Prairie Leafhopper (Polyamia dilata)



Prairie Leafhopper (Polyamia dilata), listed as State Threatened, is light gray to tan with wings shorter than the abdomen. Wings are veined with white and heavily margined with brown. The lower face is dark with pale arcs. Length 2.5-2.75 mm. It occurs in upland dry to dry-mesic bluff prairies, sand prairies, and sandy barrens supporting prairie grasses.

State status

Status and Natural Heritage Inventory documented occurrences in Wisconsin

The table below provides information about the protected status - both state and federal - and the rank (S and G Ranks) for Prairie Leafhopper (Polyamia dilata). See the Working List Key for more information about abbreviations.

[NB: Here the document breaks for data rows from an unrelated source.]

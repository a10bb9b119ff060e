/**
 * The whole job on one input: read, filter, index, cluster, figures, GeoJSON layers. The command
 * line and the HTTP service both call `clusterInput`, so the same input and settings give the same
 * bytes everywhere.
 */
import { dbscan } from '../core/dbscan.js';
import { suggestEps } from '../core/kdistance.js';
import { extractDbscan, extractXi, optics, type OpticsResult } from '../core/optics.js';
import { SphereIndex } from '../core/sphere-index.js';
import { ROLE_CORE, ROLE_NAMES, type Clustering, type PointSet } from '../core/types.js';
import { clusteringWarnings, type ClusteringWarning } from '../core/warnings.js';
import { geometryAreaKm2 } from '../geometry/area.js';
import type { ClarkEvans } from '../geometry/clark-evans.js';
import { hotspotFigures, resultFigures, type HotspotFigures, type ResultFigures } from '../geometry/figures.js';
import {
  bboxOf,
  bboxOfPositions,
  coordText,
  writeCoord,
  featureCollectionChunks,
  featureCollectionString,
  featureString,
  featureStringWithProperties,
} from '../geometry/geojson.js';
import { hotspotHull, HullSpreadError, type HullGeometry } from '../geometry/hull.js';
import { startNearestNeighbours } from '../geometry/nearest-parallel.js';
import { categoryNames, hotspotPropertiesText } from '../geometry/layer-fields.js';
import { roundDecimals, roundMeters, roundSignificant } from '../geometry/rounding.js';
import { applyFilter } from '../ingest/filter.js';
import { readObservations, type InputFormat } from '../ingest/read.js';
import type { InputFeature, Observations } from '../ingest/types.js';
import { parseSpan, type FeatureSpans, type SpannedObservations } from '../ingest/geojson-bytes.js';
import type { ByteWindow, InputFile } from '../ingest/source.js';
import { csvRowNeed, writeCsvId, writeCsvMembers, type CsvObservations, type CsvRows } from '../ingest/csv-bytes.js';
import { CAUTIONS } from './cautions.js';
import { SettingsError, settingsRecord, type ClusterSettings } from './settings.js';
import { ROOST_VERSION } from './version.js';
import type { LayerName } from './layers.js';
import { validationBlock, validationFigures } from './validation.js';

export type { InputFormat };

/** The stages timed in every summary, in order. */
export const STAGES = ['read', 'index', 'cluster', 'figures', 'write'] as const;
export type Stage = (typeof STAGES)[number];

/**
 * One result layer: a GeoJSON FeatureCollection produced on demand in chunks of about 64 KiB, so
 * a million-point layer can be written to a file or a socket without ever being one string (and
 * without the garbage collector tracing a million kept feature strings).
 */
export class Layer {
  /**
   * @param produce the text in chunks
   * @param produceBytes the same text as UTF-8 bytes in chunks, where the layer can write bytes
   *   without building strings (points and noise read by the byte reader); absent: chunks encoded
   */
  constructor(
    private readonly produce: () => Iterable<string>,
    private readonly produceBytes?: () => Iterable<Uint8Array>,
  ) {}
  /** The text in chunks; every call starts again from the beginning. */
  chunks(): Iterable<string> {
    return this.produce();
  }
  /** Whether byteChunks() writes the bytes itself (in chunks of about a MiB) rather than encoding chunks(). */
  get writesBytes(): boolean {
    return this.produceBytes !== undefined;
  }
  /** The text as UTF-8 bytes in chunks (the bytes of chunks(), for files and sockets); every call starts again. */
  byteChunks(): Iterable<Uint8Array> {
    if (this.produceBytes !== undefined) return this.produceBytes();
    const produce = this.produce;
    return (function* () {
      for (const c of produce()) yield Buffer.from(c, 'utf8');
    })();
  }
  /** The whole text. */
  text(): string {
    const parts: string[] = [];
    for (const c of this.produce()) parts.push(c);
    return parts.join('');
  }
  /** The text in pieces of about `chars` characters or more (whole chunks joined), for storing. */
  pieces(chars: number): string[] {
    const out: string[] = [];
    let parts: string[] = [];
    let n = 0;
    for (const c of this.produce()) {
      parts.push(c);
      n += c.length;
      if (n >= chars) {
        out.push(parts.join(''));
        parts = [];
        n = 0;
      }
    }
    if (parts.length > 0 || out.length === 0) out.push(parts.join(''));
    return out;
  }
  /** The whole text as UTF-8 bytes in their own ArrayBuffer (safe to transfer to another thread). */
  bytes(): Buffer {
    const parts: Buffer[] = [];
    let total = 0;
    for (const c of this.produce()) {
      const b = Buffer.from(c, 'utf8');
      parts.push(b);
      total += b.length;
    }
    const out = Buffer.allocUnsafeSlow(total);
    let at = 0;
    for (const b of parts) at += b.copy(out, at);
    return out;
  }
}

Counties shaded blue have documented occurrences for this species in the Wisconsin Natural Heritage Inventory database. The map is provided as a general reference of where occurrences of this species meet NHI data standards and is not meant as a comprehensive map of all observations.

Note: Species recently added to the NHI Working List may temporarily have blank occurrence maps.

Documented locations of Polyamia dilata in the Natural Heritage Inventory Database as of July 2015.
Summary Information
State StatusTHR
Federal Status in Wisconsinnone
State RankS2
Global RankGNR
Tracked by NHIY

Species guidance

Note: a species guidance document is not available at this time. Information below was compiled from publication PUB-ER-085-99 (now out-of-print).

Identification: A light gray to tan leafhopper with wings shorter than the abdomen. Wings are veined with white and heavily margined with brown. The lower face is dark with pale arcs. Ocelli (simple eyes) are present with a black spot just interior to them. Length 2.5-2.75 mm. Found by vigorous sweepnetting of the grasses in appropriate habitat. This species resembles others of the genus, but usually lacks the dark head pattern of many other Polyamia. Specimens of suspected P. dilata must be sent to a specialist for identification.

Habitat: Inhabitants of upland dry to dry mesic bluff prairies, sand prairies, or sandy barrens supporting prairie grasses. The host plant is unknown but may be little bluestem (Schizachyrium scoparium) or one of the panic grasses of the subgenus Dicanthelium.

State Distribution: Occurs in Crawford, Dane, Iowa, Jackson, LaFayette, Monroe, Pierce, and Sauk Counties of Wisconsin.

Phenology: Feeds on grasses like other prairie specialist leafhoppers. Univoltine in the Midwest, adults are present from early August through September. Females deposit eggs into the grass tissue. The species spends the winter in the egg stage.

Management Guidelines: Preliminary observations indicate that P. dilata is fire sensitive. This species has been found in Wisconsin primarily on prairie sites that have never been burned or have been burned no more recently than 5-6 years ago.



Prairie Leafhopper

Photo © Eric Maurer.

Wildlife Action Plan

Wisconsin Wildlife Action Plan graphic

Natural community (habitat) associations

The table below lists the natural communities that are associated with Prairie Leafhopper. Only natural communities for which Prairie Leafhopper is "high" (score=3) or "moderate" (score=2) associated are shown. See the key to association scores for complete definitions. Please see the Wildlife Action Plan to learn how this information was developed.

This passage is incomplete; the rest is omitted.